— Dataset entries —
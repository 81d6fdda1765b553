import { describe, expect, it } from 'vitest';
import { scheduledPeriod, scheduleSchema } from '../../../services/coordinator/schedule.ts';

const days = (period: Parameters<typeof scheduledPeriod>[0], day: string) => {
  const { set } = scheduledPeriod(period, day);
  return [set['period.from'], set['period.to']];
};

// Calendar facts: common practice, no source.
describe('the days that a schedule means', () => {
  it('last-month is the calendar month before, whatever the day and the leap year', () => {
    expect(days('last-month', '2025-07-03')).toEqual(['2025-06-01', '2025-06-30']);
    expect(days('last-month', '2025-07-31')).toEqual(['2025-06-01', '2025-06-30']);
    expect(days('last-month', '2025-01-01')).toEqual(['2024-12-01', '2024-12-31']);
    expect(days('last-month', '2024-03-15')).toEqual(['2024-02-01', '2024-02-29']);
  });

  it('month-to-date ends the day before, and is the whole month before on the first', () => {
    expect(days('month-to-date', '2025-07-03')).toEqual(['2025-07-01', '2025-07-02']);
    expect(days('month-to-date', '2025-07-01')).toEqual(['2025-06-01', '2025-06-30']);
  });

  it('last-ten-days is the last full third of a month', () => {
    expect(days('last-ten-days', '2025-07-21')).toEqual(['2025-07-11', '2025-07-20']);
    expect(days('last-ten-days', '2025-07-20')).toEqual(['2025-07-01', '2025-07-10']);
    expect(days('last-ten-days', '2025-07-11')).toEqual(['2025-07-01', '2025-07-10']);
    expect(days('last-ten-days', '2025-03-10')).toEqual(['2025-02-21', '2025-02-28']);
  });

  it('has one id for every firing that means the same days', () => {
    expect(scheduledPeriod('last-month', '2025-07-03').id).toBe(scheduledPeriod('last-month', '2025-07-30').id);
    expect(scheduledPeriod('last-month', '2025-07-03').id).not.toBe(scheduledPeriod('last-month', '2025-08-01').id);
    expect(scheduledPeriod('as-written', '2025-07-03')).toEqual({ id: '2025-07-03', set: {} });
  });

  it('refuses names that are no file names', () => {
    const good = { name: 'monthly', cron: '0 6 3 * *', period: 'last-month', basinFile: '/b.yaml' };
    expect(scheduleSchema.safeParse(good).success).toBe(true);
    for (const name of ['', '../up', 'A', 'a/b', 'a:b']) {
      expect(scheduleSchema.safeParse({ ...good, name }).success, name).toBe(false);
    }
  });
});
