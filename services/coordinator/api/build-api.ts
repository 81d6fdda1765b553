import { randomUUID } from 'node:crypto';
import {
  type FastifyBaseLogger,
  type FastifyInstance,
  type FastifyReply,
  type FastifyRequest,
  fastify,
  LogController,
} from 'fastify';
import type { Logger } from 'pino';
import { BasinloomError } from '../../../shared/contract/errors.ts';
import type { Store } from '../../../shared/store/store.ts';
import type { Runs } from '../runs.ts';
import { AllowedPlaces } from './allowed.ts';
import { answerClientError } from './client-error.ts';
import { EventStreams } from './event-stream.ts';
import { checkLoopbackHost, checkToken, SECURITY_HEADERS } from './guards.ts';
import { openApiDocument } from './openapi.ts';
import { parseCall } from './parse-call.ts';
import { BODY_LIMIT, PROBLEM_TYPE, problemOf } from './problem.ts';
import { type ApiParts, type ApiRoute, changesSomething } from './route.ts';
import { methodsOf, ROUTES } from './routes.ts';

export interface ApiOptions {
  readonly runs: Runs;
  /** Of requests that change something; without it they are refused. */
  readonly token?: string;
  /** Absolute folders in which all that a request names must lie. */
  readonly roots: readonly string[];
  /** How the URLs begin that a request may name. */
  readonly urls: readonly string[];
  readonly log: Logger;
  readonly openStore: (location: string) => Store;
  /** True when only this machine is served: other names in the Host header are refused. */
  readonly isLocal: boolean;
  /** Most event streams at a time. */
  readonly maxStreams: number;
  /** How often a silent event stream shows that it lives, ms. */
  readonly heartbeatMs: number;
}

/** How long a request may take to come in, and an idle connection stays, ms. Answers may take as long as they need. */
const TIMEOUTS = { requestTimeout: 30_000, keepAliveTimeout: 10_000, http: { headersTimeout: 10_000 } };

const SECRETS = ['authorization', 'headers.authorization', 'req.headers.authorization', 'token', '*.token'];

/** The HTTP API, not listening yet. @throws BasinloomError ENVIRONMENT for roots or urls that are none */
export function buildApi(options: ApiOptions): FastifyInstance {
  const { runs, token, log, openStore, isLocal, maxStreams: limit, heartbeatMs } = options;
  const parts: ApiParts = {
    runs,
    allowed: new AllowedPlaces(options),
    streams: new EventStreams({ limit, heartbeatMs }),
    openStore,
    document: openApiDocument(ROUTES),
    log,
  };
  const app = fastify({
    ...TIMEOUTS,
    bodyLimit: BODY_LIMIT,
    genReqId: () => randomUUID(),
    loggerInstance: log.child({ part: 'api' }, { redact: SECRETS }) as FastifyBaseLogger,
    logController: new LogController({ disableRequestLogging: true }),
    clientErrorHandler: answerClientError,
    frameworkErrors: (error, request, reply) => answerProblem(error, request, reply),
  });
  readJsonOnly(app);
  app.addHook('onRequest', async (request, reply) => {
    reply.headers(SECURITY_HEADERS);
    if (isLocal) checkLoopbackHost(request.headers.host);
  });
  app.addHook('onResponse', async (request, reply) => logAnswer(request, reply));
  app.addHook('preClose', async () => parts.streams.close());
  app.setErrorHandler(answerProblem);
  app.setNotFoundHandler(answerNotFound);
  for (const route of ROUTES) addRoute(app, route, parts, token);
  return app;
}

function addRoute(app: FastifyInstance, route: ApiRoute, api: ApiParts, token: string | undefined): void {
  app.route({
    method: route.method,
    url: route.path.replaceAll(/\{(\w+)\}/g, ':$1'),
    // A stream has no head without its body.
    exposeHeadRoute: !Object.values(route.answers).some(({ mediaType }) => mediaType === 'text/event-stream'),
    // Before the body is read: who may not change anything need not be listened to.
    onRequest: async (request) => {
      if (changesSomething(route)) checkToken(token, request.headers.authorization);
    },
    handler: async (request, reply) => route.handle({ ...parseCall(route, request), api, request, reply }),
  });
}

/** JSON is the only body; none at all is fine where none is needed, whatever its header says. */
function readJsonOnly(app: FastifyInstance): void {
  app.removeAllContentTypeParsers();
  const parse = app.getDefaultJsonParser('error', 'error');
  app.addContentTypeParser('application/json', { parseAs: 'string' }, (request, body, done) => {
    if (body === '') done(null, undefined);
    else parse(request, body as string, done);
  });
}

function answerProblem(error: unknown, request: FastifyRequest, reply: FastifyReply): FastifyReply {
  const problem = problemOf(error, `urn:uuid:${request.id}`);
  if (problem.status >= 500) request.log.error({ err: error, instance: problem.instance }, 'request failed');
  if (problem.status === 401) reply.header('www-authenticate', 'Bearer realm="basinloom"');
  if (problem.status === 503) reply.header('retry-after', '10');
  // Here too: an address that cannot be read gets no further than this.
  reply.headers(SECURITY_HEADERS);
  return reply.code(problem.status).type(PROBLEM_TYPE).send(JSON.stringify(problem));
}

function answerNotFound(request: FastifyRequest, reply: FastifyReply): FastifyReply {
  const path = request.url.replace(/\?.*$/, '').slice(0, 200);
  const allowed = methodsOf(path);
  if (allowed.length === 0) return answerProblem(new BasinloomError('REQUEST_ADDRESS', { path }), request, reply);
  reply.header('allow', allowed.join(', '));
  const { method } = request;
  const error = new BasinloomError('REQUEST_METHOD', { path, method, allowed: allowed.join(' or ') });
  return answerProblem(error, request, reply);
}

/** One line an answer; those that only look are many, and of little interest. */
function logAnswer(request: FastifyRequest, reply: FastifyReply): void {
  const level = request.method === 'GET' || request.method === 'HEAD' ? 'debug' : 'info';
  const line = {
    method: request.method,
    url: request.url,
    status: reply.statusCode,
    ms: Math.round(reply.elapsedTime),
  };
  request.log[level](line, 'answered');
}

— PROBLEM TO WORK ON —
Of the lines in the data, report each one containing the string "good".

— RESPONSE AREA —
    const good = { name: 'monthly', cron: '0 6 3 * *', period: 'last-month', basinFile: '/b.yaml' };
    expect(scheduleSchema.safeParse(good).success).toBe(true);
      expect(scheduleSchema.safeParse({ ...good, name }).success, name).toBe(false);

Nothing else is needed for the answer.